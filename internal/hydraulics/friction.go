package hydraulics

import (
	"fmt"
	"math"
)

// Reynolds-number limits of the friction law. Below LaminarLimit the flow is
// taken as laminar (f = 64/Re, Hagen-Poiseuille); above TurbulentLimit the
// Colebrook-White equation applies; in between a smooth transition is used.
const (
	LaminarLimit   = 2000.0
	TurbulentLimit = 4000.0
)

// MaxRelRoughness is the largest relative roughness ε/D accepted: the upper
// edge of the Moody chart (0.05) with some margin. Beyond it the
// Colebrook-White equation is an extrapolation with no experimental support.
const MaxRelRoughness = 0.1

// FrictionFactor returns the Darcy friction factor f for a Reynolds number re
// > 0 and a relative roughness relRough = ε/D in [0, MaxRelRoughness].
//
// Laminar (re <= 2000): f = 64/Re (Hagen-Poiseuille, exact).
// Turbulent (re >= 4000): the Colebrook-White equation (Colebrook, J. Inst.
// Civil Eng. 11 (1939) 133-156),
//
//	1/√f = -2 log10( (ε/D)/3.7 + 2.51/(Re √f) ),
//
// solved by Newton's method on x = 1/√f from Haaland's explicit estimate
// (J. Fluids Eng. 105 (1983) 89-90) to machine precision (2-4 iterations;
// the last step is skipped once quadratic convergence guarantees it would be
// below an ulp).
// Transition (2000 < re < 4000): a cubic Hermite interpolation in Re between
// the laminar law at 2000 and Colebrook-White at 4000, matching values and
// slopes at both ends. This is an engineering convention chosen so the
// pressure drop and its derivative are continuous for Newton's method; no
// standard defines the friction factor in this range, where real flow is
// intermittent and the factor is not reproducible.
//
// At re = 0 the friction factor is infinite; use Pipe.Drop, which works with
// the finite product f·Re in laminar flow.
func FrictionFactor(re, relRough float64) (f float64, err error) {
	f, _, err = FrictionFactorSlope(re, relRough)
	return f, err
}

// FrictionFactorSlope returns the Darcy friction factor as FrictionFactor
// does, and its exact derivative df/dRe (the implicit derivative of the
// Colebrook-White equation in turbulent flow).
func FrictionFactorSlope(re, relRough float64) (f, dfdRe float64, err error) {
	if !(re > 0) || math.IsInf(re, 1) {
		return 0, 0, fmt.Errorf("friction factor: reynolds number %g must be positive and finite: %w", re, ErrOutOfRange)
	}
	if !(relRough >= 0) || relRough > MaxRelRoughness {
		return 0, 0, fmt.Errorf("friction factor: relative roughness %g outside [0, %g]: %w", relRough, MaxRelRoughness, ErrOutOfRange)
	}
	f, dfdRe = friction(re, relRough)
	return f, dfdRe, nil
}

// friction is FrictionFactorSlope without argument checks, for the inner
// loop of Pipe.Drop.
func friction(re, rr float64) (f, df float64) {
	switch {
	case re <= LaminarLimit:
		return 64 / re, -64 / (re * re)
	case re >= TurbulentLimit:
		return colebrook(re, rr)
	}
	// Cubic Hermite basis on t in [0, 1] over Re in [2000, 4000].
	const h = TurbulentLimit - LaminarLimit
	f0, m0 := 64/LaminarLimit, -64/(LaminarLimit*LaminarLimit)
	f1, m1 := colebrook(TurbulentLimit, rr)
	t := (re - LaminarLimit) / h
	t2, t3 := t*t, t*t*t
	h00, h10, h01, h11 := 2*t3-3*t2+1, t3-2*t2+t, -2*t3+3*t2, t3-t2
	d00, d10, d01, d11 := 6*t2-6*t, 3*t2-4*t+1, -6*t2+6*t, 3*t2-2*t
	f = h00*f0 + h10*h*m0 + h01*f1 + h11*h*m1
	df = (d00*f0+d01*f1)/h + d10*m0 + d11*m1
	return f, df
}

// colebrook solves the Colebrook-White equation F(x) = x + 2 log10(a + b x)
// = 0 with x = 1/√f, a = (ε/D)/3.7, b = 2.51/Re, and returns f and the
// implicit derivative df/dRe = -(∂F/∂Re)/(∂F/∂x) · df/dx.
func colebrook(re, rr float64) (f, df float64) {
	a := rr / 3.7
	b := 2.51 / re
	// Haaland's explicit form as the starting point: within 1.5 % of
	// Colebrook over the Moody chart, so Newton needs few steps.
	t := 6.9 / re
	if a > 0 {
		t += math.Exp(1.11 * math.Log(a))
	}
	x := -1.8 * math.Log10(t)
	var s, dF float64
	for range 50 {
		s = a + b*x
		dF = 1 + 2*b/(s*math.Ln10)
		dx := (x + 2*math.Log10(s)) / dF
		x -= dx
		// Newton converges quadratically with a constant below 1 here
		// (|F''/2F'| < 1 for x > 1), so after a step under 1e-8 the error
		// is below 1e-16, under an ulp of x (x is 3-20 on the Moody chart);
		// stopping then saves the last, ulp-sized step.
		if math.Abs(dx) <= 1e-8 || math.Abs(dx) <= 4*ulp(x) {
			break
		}
	}
	s = a + b*x
	dF = 1 + 2*b/(s*math.Ln10)
	// ∂F/∂Re = 2/(s ln10) · x · db/dRe with db/dRe = -b/Re.
	dxdRe := 2 * x * b / (re * s * math.Ln10 * dF)
	f = 1 / (x * x)
	df = -2 / (x * x * x) * dxdRe
	return f, df
}

// ulp returns the spacing of float64 values at x.
func ulp(x float64) float64 {
	x = math.Abs(x)
	return math.Nextafter(x, math.Inf(1)) - x
}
◆ ◆ ◆ ◆ ◆
* **EXERCISE GOAL**:
In the entries above, how many lines hold the word "dxdRe"? State the number only.

* **WRITTEN SOLUTION**:
2